– Не совсем, – поежилась она, поставила стакан на стол. – Она каталась на машине художника за Анной. Потом ее мертвой нашел художник – хозяин машины.

– Не мертвой, убитой! – внесла существенное уточнение Настя и распахнула форточку на кухне, намереваясь закурить. – Она следила, ее убили. Кто? Почему? При чем тут машина художника? И как он смог ее найти? Искал место для работы, а нашел свою девушку. Странно…

– Про место для работы тоже из новостей? – прошептала Аллочка, внезапно осознав, что стремительно куда-то скатывается, в какую-то черную пропасть.

– Да. Был один репортаж. Только там было сказано как-то непонятно… – Настя щелкнула зажигалкой, затянулась. – Будто художник девушку убитую не знает. А как такое возможно, если она ездила на его машине? И за кем? За подполковником полиции! И что теперь нам делать, Аллусик?

– Что? – Ее шея все глубже уходила в плечи.

– Я тут подумала и решила, что ничего! Мы с тобой ничего не сможем сделать. В том смысле, что не сможем быть свидетелями.

– Почему?

– Тебе так хочется, чтобы твой любимый Геночка узнал о нашей слежке? – задохнулась дымом Настя и, понаблюдав, как подруга интенсивно машет головой, закончила. – Вот видишь, и тебе не хочется. А мне – тем более. Ты ночью пощаду вымолишь. А я что? Я попаду в его черный список. И я приняла решение, дорогая. За нас обеих решение приняла…
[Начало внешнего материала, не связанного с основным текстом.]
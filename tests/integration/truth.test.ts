import { afterAll, beforeAll, describe, expect, it } from 'vitest';
import { startSimulator, type Simulator } from '../../simulator/engine';
import type { FleetPlan, SitePlan } from '../../simulator/plant/plan';
import type { UnitTruth } from '../../simulator/truth';
import { seedPlant } from '../../seeds/plant/seed-plant';
import type { SeededPlant } from '../../seeds/plant/seeded';
import { UNIT_STATES, VERDICTS } from '../../src/domain/verdicts/codes';
import { paths } from '../../src/schemas/paths';
import { startIngest, stopIngest } from '../../src/server/ingest/service';
import { CHANNELS } from '../../src/server/queries/live-notices';
import knexFactory from 'knex';
import { testDatabase, type TestDatabase } from '../support/database';
import { openSockets, type Sockets } from '../support/ingest';
import { INTERVAL_S, rightFor, truthFleet, type TruthSite } from '../support/truth';
import { CASES, f } from '../support/truth-cases';

/**
 * What is true of the simulated plant against what Wakeline concludes of it, unit by unit, after each fault. What can't
 * be seen must read unconfirmed, silent, dark or unheard, and never `ok` while shutdown is commanded. Each fault has a
 * site of its own, and all of them are put in at once: a plant's hours cost the same whether one fault is in it or many.
 */

const SECRET = 'truth will out';
/** Seconds of the plant's time that a judgement may take: the time limit and three reports. */
const JUDGED_AFTER_S = 30 + 5 * INTERVAL_S;
/** How long changes without a command are remembered (domain/verdicts/context.ts). */
const FLAP_WINDOW_S = 3600;
let db: TestDatabase;
let sockets: Sockets;
let plan: FleetPlan;
let seeded: SeededPlant;
let simulator: Simulator;

/** Sites of the scenarios that take longer, each by itself. */
const LONGER: readonly TruthSite[] = (['Monitored', 'Optimizing', 'Shutdown-only'] as const).map((kind) => ({
  name: kind,
  kind,
}));

beforeAll(async () => {
  db = await testDatabase();
  plan = truthFleet(Math.floor(Date.now() / 1000) - 5 * 3600, [
    ...LONGER,
    ...CASES.map(([name, { kind }]) => ({ name, kind })),
  ]);
  const knex = knexFactory({ client: 'pg', connection: db.url, pool: { min: 0, max: 1 } });
  seeded = await knex.transaction((tx) => seedPlant(tx, plan, { secret: SECRET }));
  await knex.raw(`select ensure_days((now() - interval '1 day')::date, (now() + interval '1 day')::date)`);
  await knex.destroy();
  await startIngest();
  sockets = await openSockets();
});
afterAll(async () => {
  await stopIngest();
  await sockets.close();
  await db.drop();
});

/** The plants of some of the sites begin to report, until `afterAll`. */
function plantsOf(isOne: (site: SitePlan) => boolean): void {
  beforeAll(async () => {
    simulator = await startSimulator({
      plan: {
        ...plan,
        organisations: plan.organisations.map((o) => ({ ...o, sites: o.sites.filter(isOne) })),
      },
      ingestUrl: `${sockets.url}${paths.ingest()}`,
      secret: SECRET,
      now: plan.since,
      speed: 0,
    });
    await pass(4 * INTERVAL_S);
  });
  afterAll(() => simulator.stop());
}
const isLonger = (site: SitePlan): boolean => LONGER.some((s) => s.name === site.name);

const siteOf = (name: string): SitePlan => plan.organisations[0]!.sites.find((s) => s.name === name)!;
const logger = (name: string) => siteOf(name).loggers[0]?.serial ?? '';
const idOf = (name: string): number => seeded.sites.get(name)?.id ?? 0;

/** Lets the plant's time pass; every report is durable and judged up to its end. */
async function pass(seconds: number, cutOff = false): Promise<void> {
  for (let left = seconds; left > 0; left -= 2 * INTERVAL_S) {
    await simulator.advance(Math.min(left, 2 * INTERVAL_S));
    if (!cutOff) expect(await simulator.settled()).toBe(true);
    await judge();
  }
}
/** Asks for a sweep of every site that reports now, as another process's notice of new frames would. */
async function judge(): Promise<void> {
  for (const run of simulator.runs)
    await db.owner.query('select pg_notify($1, $2)', [
      CHANNELS.written,
      JSON.stringify({ site: idOf(run.plan.name), by: '00000000-0000-4000-8000-000000000000' }),
    ]);
  await new Promise((done) => setTimeout(done, 150));
}

interface Concluded {
  state: (string | null)[];
  verdict: (string | null)[];
  finding: string | null;
}
async function concludedOf(name: string): Promise<Map<string, Concluded>> {
  const { rows } = await db.owner.query<{
    name: string;
    state: (number | null)[];
    verdict: (number | null)[];
    finding: string | null;
  }>(
    `select s.name, j.state, j.verdict, j.finding from string s left join string_judgement j on j.string_id = s.id
     where s.site_id = $1`,
    [idOf(name)],
  );
  const words = (list: readonly string[], codes: (number | null)[] | null) =>
    (codes ?? []).map((c) => (c === null || c < 0 ? null : (list[c] ?? null)));
  return new Map(
    rows.map((r) => [
      r.name,
      { state: words(UNIT_STATES, r.state), verdict: words(VERDICTS, r.verdict), finding: r.finding },
    ]),
  );
}

/** Units of which Wakeline says something else than it ought to; empty when it is right. */
async function disagreements(name: string, silent: (u: UnitTruth) => boolean): Promise<string[]> {
  const truth = simulator.truth(name);
  const concluded = await concludedOf(name);
  return truth.units.flatMap((u) => {
    const right = rightFor(siteOf(name), truth, u, silent(u));
    const c = concluded.get(u.string);
    const state = c?.state[u.position - 1] ?? null;
    const verdict = c?.verdict[u.position - 1] ?? null;
    return right.states.some((s) => s === state) && right.verdicts.some((v) => v === verdict)
      ? []
      : [
          `${u.string}-${u.position} is ${u.mode}: said ${state}/${verdict}, right ${right.states.join('|')}/${right.verdicts.join('|')}`,
        ];
  });
}
/** Judgement runs beside us: looks until it agrees, and gives what is left of disagreement. */
async function settledDisagreements(name: string, silent: (u: UnitTruth) => boolean): Promise<string[]> {
  let found: string[] = [];
  for (let tries = 0; tries < 12; tries++) {
    found = await disagreements(name, silent);
    if (found.length === 0) return [];
    await judge();
  }
  return found;
}

/** What was found at a case's site. */
interface Found {
  /** Units of which nothing else was true than usual, though the case is about them. */
  asUsual: string[];
  /** Wrong while the faults were in. */
  during: string[];
  /** Wrong once they were gone. */
  after: string[];
}
const found = new Map<string, Found>();

/** Every case at once: its faults go in, its initiators open, all is looked at; then they are gone, and again. */
async function goThrough(): Promise<void> {
  const ids = CASES.map(([name, { faults }]) =>
    faults.map((fault) =>
      simulator.inject(name, 'logger' in fault ? { ...fault, logger: logger(name) } : fault),
    ),
  );
  const setAll = (isOpen: boolean): void => {
    for (const [name, { open = [] }] of CASES)
      for (const initiator of open) simulator.setInitiator(name, initiator, isOpen);
  };
  await pass(2 * INTERVAL_S);
  setAll(true);
  await pass(JUDGED_AFTER_S);
  for (const [name, { open = [], silent = () => false, differs = () => false }] of CASES) {
    const usual = open.length > 0 ? 'shutdown' : 'passing';
    const asUsual = simulator.truth(name).units.filter((u) => differs(u) && u.mode === usual);
    found.set(name, {
      asUsual: asUsual.map((u) => `${u.string}-${u.position}`),
      during: await settledDisagreements(name, silent),
      after: [],
    });
  }
  setAll(false);
  CASES.forEach(([name], i) => ids[i]?.forEach((id) => simulator.clear(name, id)));
  await pass(JUDGED_AFTER_S);
  const left = async (): Promise<string[]> => {
    const all: string[] = [];
    for (const [name, what] of found) {
      what.after = await settledDisagreements(name, () => false);
      all.push(...what.after);
    }
    return all;
  };
  // units that changed often are said to flap as long as the window reaches
  const flapping = (one: string): boolean => one.endsWith('said passing/flapping, right passing/ok');
  if ((await left()).some(flapping)) {
    await pass(FLAP_WINDOW_S);
    await left();
  }
}

describe('after each fault, what Wakeline says is true or says that it can’t tell', () => {
  plantsOf((site) => !isLonger(site));
  beforeAll(goThrough);

  it.each(CASES)('%s', (name) => {
    expect(found.get(name)).toEqual({ asUsual: [], during: [], after: [] } satisfies Found);
  });
});

describe('what takes longer to show', { timeout: 150_000 }, () => {
  plantsOf(isLonger);

  it('snow: units without light are dark or silent, never stuck, and unconfirmed when shutdown is commanded', async () => {
    const id = simulator.inject('Optimizing', { kind: 'snow' });
    simulator.setInitiator('Optimizing', 'Initiator', true);
    await pass(JUDGED_AFTER_S);
    expect(simulator.truth('Optimizing').units.every((u) => u.mode === 'unpowered')).toBe(true);
    expect(await settledDisagreements('Optimizing', () => false)).toEqual([]);
    simulator.setInitiator('Optimizing', 'Initiator', false);
    simulator.clear('Optimizing', id);
    await pass(JUDGED_AFTER_S + 60);
    expect(await settledDisagreements('Optimizing', () => false)).toEqual([]);
  });

  it('a logger cut off in the midst of a shutdown: judged from what it replays, as if it had never been away', async () => {
    const id = simulator.inject('Monitored', { kind: 'uplink_out', logger: logger('Monitored') });
    const stuck = simulator.inject('Monitored', f({ kind: 'stuck', string: 'B2', position: 8 }));
    await pass(60, true);
    simulator.setInitiator('Monitored', 'Initiator', true);
    await pass(120, true);
    simulator.setInitiator('Monitored', 'Initiator', false);
    await pass(JUDGED_AFTER_S, true);
    simulator.clear('Monitored', id);
    await pass(JUDGED_AFTER_S);
    expect(
      simulator
        .truth('Monitored')
        .units.filter((u) => u.mode === 'shutdown')
        .map((u) => `${u.string}-${u.position}`),
    ).toEqual(['B2-8']);
    expect(await settledDisagreements('Monitored', () => false)).toEqual([]);
    simulator.clear('Monitored', stuck);
    await pass(JUDGED_AFTER_S);
    expect(await settledDisagreements('Monitored', () => false)).toEqual([]);
  });

  it('shutdown-only strings: the input shows what their units can’t say', async () => {
    const id = simulator.inject('Shutdown-only', f({ kind: 'not_shutting_down', string: 'A1', position: 3 }));
    simulator.setInitiator('Shutdown-only', 'Initiator', true);
    await pass(30 + 120 + 6 * INTERVAL_S);
    const findings = async () =>
      [...(await concludedOf('Shutdown-only'))]
        .filter(([, c]) => c.finding !== null)
        .map(([n, c]) => [n, c.finding]);
    const truth = simulator.truth('Shutdown-only');
    const live = truth.strings.filter((s) => s.homeRun > 30 && s.name.startsWith('A')).map((s) => s.name);
    expect(live).toEqual(['A1']);
    expect(await findings()).toEqual([['A1', 'not_shutting_down']]);
    simulator.setInitiator('Shutdown-only', 'Initiator', false);
    simulator.clear('Shutdown-only', id);
    await pass(JUDGED_AFTER_S + 4 * INTERVAL_S);
    expect(await findings()).toEqual([]);
  });
});
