describe('the list', () => {
  it('is for staff, in JSON and as CSV, filtered alike', async () => {
    const ref = await scene.startTest();
    await scene.runTest(ref, scene.all(8.4));
    await scene.sign(ref);
    const params = { site: scene.fleet.site(CLINIC).ref };
    for (const route of [listRoute, csvRoute]) {
      expect((await ask(route, { actor: null, params })).status).toBe(401);
      expect((await ask(route, { actor: scene.customer, params })).status).toBe(403);
      expect((await ask(route, { actor: scene.stranger, params })).status).toBe(404);
      expect((await ask(route, { actor: scene.analyst, params })).status).toBe(200);
    }
    const text = await (await ask(csvRoute, { actor: scene.analyst, params, path: '/x?show=all' })).text();
    const lines = text.trim().split('\r\n');
    expect(lines).toHaveLength(2);
    expect(lines[1]).toMatch(/^Whole roof,signed,.*,Passed,8,0,0,Bram Ottersley,,[0-9a-f]{64}$/);
    expect(
      (await (await ask(csvRoute, { actor: scene.analyst, params, path: '/x?show=superseded' })).text())
        .trim()
        .split('\r\n'),
    ).toHaveLength(1);
    expect(
      (await ask(startRoute, { actor: scene.analyst, params, method: 'POST', body: { zone: randomUUID() } }))
        .status,
    ).toBe(403);
  });

  it('tells the customer the result of every zone, not of the newest test', async () => {
    const gym = await scene.startTest(scene.technician, SCHOOL, 'Gym');
    const main = await scene.startTest(scene.technician, SCHOOL, 'Main building');
    const of = async (zone: string) =>
      (
        await scene.db.owner.query<{ name: string }>(
          'select s.name from string s join zone z on z.id = s.zone_id where z.site_id = $1 and z.name = $2',
          [scene.fleet.site(SCHOOL).id, zone],
        )
      ).rows.map((r) => r.name);
    const gyms = await of('Gym');
    await scene.runTest(gym, Object.fromEntries(gyms.map((n, i) => [n, i === 0 ? 200 : 8])), SCHOOL);
    await scene.sign(gym);
    scene.startLater(20);
    await scene.runTest(main, Object.fromEntries((await of('Main building')).map((n) => [n, 8])), SCHOOL);
    await scene.sign(main);
    const seen = await asActor(scene.manager, (tx) =>
      customerSite(tx, scene.fleet.site(SCHOOL).ref, new Date()),
    );
    expect(seen.lastTest?.result).toBe('failed');
  });
});
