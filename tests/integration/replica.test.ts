import path from 'node:path';
import pg from 'pg';
import { afterAll, beforeAll, beforeEach, describe, expect, it, vi } from 'vitest';
import type { Actor } from '../../src/domain/access/permissions';
import { GET as history } from '../../src/pages/api/strings/[string]/history';
import { closePools } from '../../src/server/db/pools';
import { asActor, type Tx } from '../../src/server/db/transaction';
import { hasJustWritten, justWrittenCookie } from '../../src/server/http/just-written';
import { log } from '../../src/server/log';
import { asOnlooker, piecesAsOnlooker, replicaStatus } from '../../src/server/replica';
import { readStatus } from '../../src/server/services/status';
import { atPort, baseBackup, startServer, type SecondServer } from '../../src/server/up/second-cluster.mjs';
import { askV1, tokenFor, writeFrames } from '../support/api-v1';
import { testFleet, type TestFleet } from '../support/fleet';
import { ownCluster, type OwnCluster } from '../support/own-cluster';

/** A streaming replica in a second cluster: who reads from it, and what happens when it lags, refuses or is gone. */
const CLINIC = 'Weirside Clinic';
const MINUTES = 60;
const FROM = new Date(Math.floor(Date.now() / 86_400_000) * 86_400_000 - 86_400_000);
const SETTINGS = { max_standby_streaming_delay: '200ms', hot_standby_feedback: 'off' };

let cluster: OwnCluster;
let fleet: TestFleet;
let manager: Actor;
let other: Actor;
let standby: SecondServer | undefined;
let standbyData: string;
let at: number;
let admin: pg.Client | undefined;
let warned: string[];

beforeAll(async () => {
  cluster = await ownCluster();
  fleet = await testFleet(cluster, [CLINIC]);
  await writeFrames(cluster.owner, fleet.site(CLINIC).id, FROM, MINUTES);
  manager = await fleet.actor('manager@lowfield.example');
  other = await fleet.actor('manager@harbourline.example');
  standbyData = path.join(cluster.folder, 'standby');
  await baseBackup(cluster.superUrl, standbyData, { standby: true });
  standby = await startServer(standbyData, SETTINGS);
  at = standby.port;
  process.env.DATABASE_REPLICA_URL = `postgres://127.0.0.1:${at}`;
  process.env.DATABASE_REPLICA_LAG_S = '2';
  admin = new pg.Client(atPort(cluster.superUrl, at));
  admin.on('error', () => undefined);
  await admin.connect();
});
afterAll(async () => {
  await admin?.end().catch(() => undefined);
  await closePools();
  await standby?.stop('immediate');
  await cluster.drop();
});
beforeEach(() => {
  warned = [];
  vi.spyOn(log, 'warn').mockImplementation(((_: unknown, words: string) => warned.push(words)) as never);
});

const isReplica = async (tx: Tx): Promise<boolean> => {
  const { rows } = await tx.raw<{ rows: { is: boolean }[] }>('select pg_is_in_recovery() as "is"');
  return rows[0]?.is ?? false;
};
const state = async () => (await replicaStatus()).state;
const served = () => expect.poll(state).toBe('serves');
/** Writes on the primary, and gives what the replica has to reach. */
const write = () =>
  cluster.owner.query(`insert into organisation (name) values ('Written ' || clock_timestamp())`);

describe('a replica that keeps up', () => {
  it('answers readers, who see by its policies what they may see, and nobody who writes', async () => {
    await served();
    const sites = (tx: Tx) => tx.raw<{ rows: { name: string }[] }>('select name from site');
    const seen = await asOnlooker(manager, async (tx) => ({ on: await isReplica(tx), ...(await sites(tx)) }));
    expect(seen.on).toBe(true);
    expect(seen.rows.map((r) => r.name)).toEqual([CLINIC]);
    expect((await asOnlooker(other, sites)).rows).toEqual([]);
    const customer = { organisationId: manager.organisationId, sites: [] };
    expect((await asOnlooker(customer, sites)).rows).toEqual([]);
    expect(await asActor(manager, isReplica)).toBe(false);
    await expect(asOnlooker(manager, (tx) => tx.raw(`update site set name = 'X'`))).rejects.toThrow(
      /read-only/,
    );
    expect(await replicaStatus()).toMatchObject({ configured: true, lagS: expect.any(Number) as number });
    const status = await asActor(manager, (tx) => readStatus(tx, new Date()));
    expect(status.replica).toMatchObject({ state: 'serves', lagS: expect.any(Number) as number });
  });

  it('gives the same history of a string and the same stream as the primary, and reads a stream to its end', async () => {
    await served();
    const [string] = [...fleet.site(CLINIC).strings.values()];
    const ask = async (cookie: string): Promise<unknown> => {
      const url = new URL(`http://localhost/api/strings/x/history?on=${FROM.toISOString().slice(0, 10)}`);
      const request = new Request(url, { headers: { cookie } });
      const params = { string: string?.ref };
      const answer = await history({
        locals: { requestId: 'test', actor: manager, viewer: null, sessionId: null },
        url,
        request,
        params,
      } as never);
      expect(answer.status).toBe(200);
      return answer.json();
    };
    expect(await ask('')).toEqual(await ask('wakeline_wrote=1'));
    const { token } = await tokenFor(manager);
    await expect
      .poll(async () => {
        const answer = await askV1(
          `/telemetry/frames?${new URLSearchParams({
            site: fleet.site(CLINIC).ref,
            from: FROM.toISOString(),
            to: new Date(FROM.getTime() + MINUTES * 60_000).toISOString(),
          }).toString()}`,
          { token },
        );
        return (await answer.text()).trim().split('\n').length;
      })
      .toBe(fleet.site(CLINIC).strings.size * MINUTES);
  });

  it('does not answer a browser that has just written, until the replica surely has it', async () => {
    await served();
    const cookie = justWrittenCookie() ?? '';
    expect(cookie).toContain('Max-Age=4;');
    expect(
      hasJustWritten(new Request('http://localhost', { headers: { cookie: cookie.split(';')[0] ?? '' } })),
    ).toBe(true);
    expect(
      hasJustWritten(new Request('http://localhost', { headers: { cookie: 'wakeline_session=1' } })),
    ).toBe(false);
    await asOnlooker(manager, async (tx) => expect(await isReplica(tx)).toBe(false), true);
  });
});

describe('a replica that is behind', () => {
  it('is read from up to the limit, and the primary answers beyond it', async () => {
    await admin?.query('select pg_wal_replay_pause()');
    try {
      await write();
      await expect.poll(state).toBe('behind');
      expect((await replicaStatus()).lagS).toBeGreaterThan(2);
      expect(await asOnlooker(manager, isReplica)).toBe(false);
      expect(warned).toContain('the replica does not serve; the primary answers its readers');
    } finally {
      await admin?.query('select pg_wal_replay_resume()');
    }
    await served();
    expect(await asOnlooker(manager, isReplica)).toBe(true);
  });

  it('ends a reader that holds up what it has to replay: the primary answers that one', async () => {
    await served();
    const asked: boolean[] = [];
    const slow = asOnlooker(manager, async (tx) => {
      const on = await isReplica(tx);
      asked.push(on);
      await tx.raw('select count(*) from string_frame');
      if (on) {
        // as dropping a day's partition does, once it is replayed
        await cluster.owner.query('begin; lock table string_frame in access exclusive mode; commit');
        await tx.raw('select pg_sleep(20)');
      }
      return isReplica(tx);
    });
    expect(await slow).toBe(false);
    expect(asked).toEqual([true, false]);
    expect(warned).toContain('the replica failed a reader');
  });
});

describe('a replica that is gone', () => {
  it('is not missed, also in the middle, and is used again when it is back', async () => {
    await served();
    async function* read(tx: Tx): AsyncGenerator<boolean, void, void> {
      if (await isReplica(tx)) await standby?.stop('immediate');
      yield await isReplica(tx);
    }
    const pieces: boolean[] = [];
    for await (const piece of piecesAsOnlooker(manager, read)) pieces.push(piece);
    expect(pieces).toEqual([false]);
    expect(await asOnlooker(manager, isReplica)).toBe(false);
    expect(await replicaStatus()).toMatchObject({ state: 'away', lagS: null });
    standby = await startServer(standbyData, { port: at });
    await served();
    expect(await asOnlooker(manager, isReplica)).toBe(true);
  });
});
Дым стелился по кухне туманом. Настя дымила как паровоз. Это всегда случалось в минуты ее сильнейшего душевного волнения.

– Мы молчим, – выдала она, отправляя затушенный о раму окурок на улицу. – Ничего не видели, нигде не были. Поняла?

– Да.

Всплеск облегчения от принятого за нее другим человеком единственно разумного решения затопил весь совестливый душевный шепот.

– А мы не обязаны, так ведь? – не моргая смотрела она на подругу. – Мало ли кто за ней ездил? Может, это разработка такая, и это намеренно было сделано. Ею же! Она ведь такая… Такая коварная!

– Она профессионал, – поправила ее Настя с кривой ухмылкой. – И ревность – это пережиток, милая. И тебе давно пора успокоиться. Гену она выпроводила. Назад никогда не примет.

– Много ты знаешь! – вырвалось у нее тайное, мрачное.

– Такие женщины, как Анна Смирнова, не прощают предательства. А Гена твой ее предал.

– Нет. Он от нее просто устал, – тут же попыталась защитить любимого Алла.

– А потом от тебя устанет. И потом еще от кого-то. Это такая категория мужиков, малыш. Их мотает по жизни, как дерьмо по проруби…

– Прекрати! – прикрикнула на нее Алла, дико обидевшись и за Гену, и за себя заодно.

С какой стати ему от нее уставать? У них все идет отлично. Они полгода живут вместе и еще ни разу не повздорили. И она постепенно привыкает к его чудачествам и не ропщет. Хотя одно из них ей кажется особенно странным. Это когда Гена не позволяет убирать со стола чашку с его недопитым чаем или кофе.

– Пусть стоит. Допью, – строго смотрит он всякий раз, вставая из-за стола.

Она кивает, оставляет чашку, но не понимает зачем. Гена еще ни разу не допил остатки. Заглядывал в чашку, недовольно морщился и выплескивал все в раковину. Чудит? Да на здоровье! Ее это не раздражает.

Настя утащила ее из кухни в комнату. Вывалила на диван кучу барахла и принялась хвастаться, что через пару недель улетает с парнем на отдых.

– Что за парень? – равнодушным голосом поинтересовалась Аллочка. – Достойный?

Настя покивала, разбрасывая платья по спинке дивана. Она выглядела такой веселой, такой беспечной, что Аллу это даже задело.

– Хорошо как, – проговорила она со странным чувством легкой зависти и тайной неприязни. – Ты сматываешься. А я остаюсь с проблемами.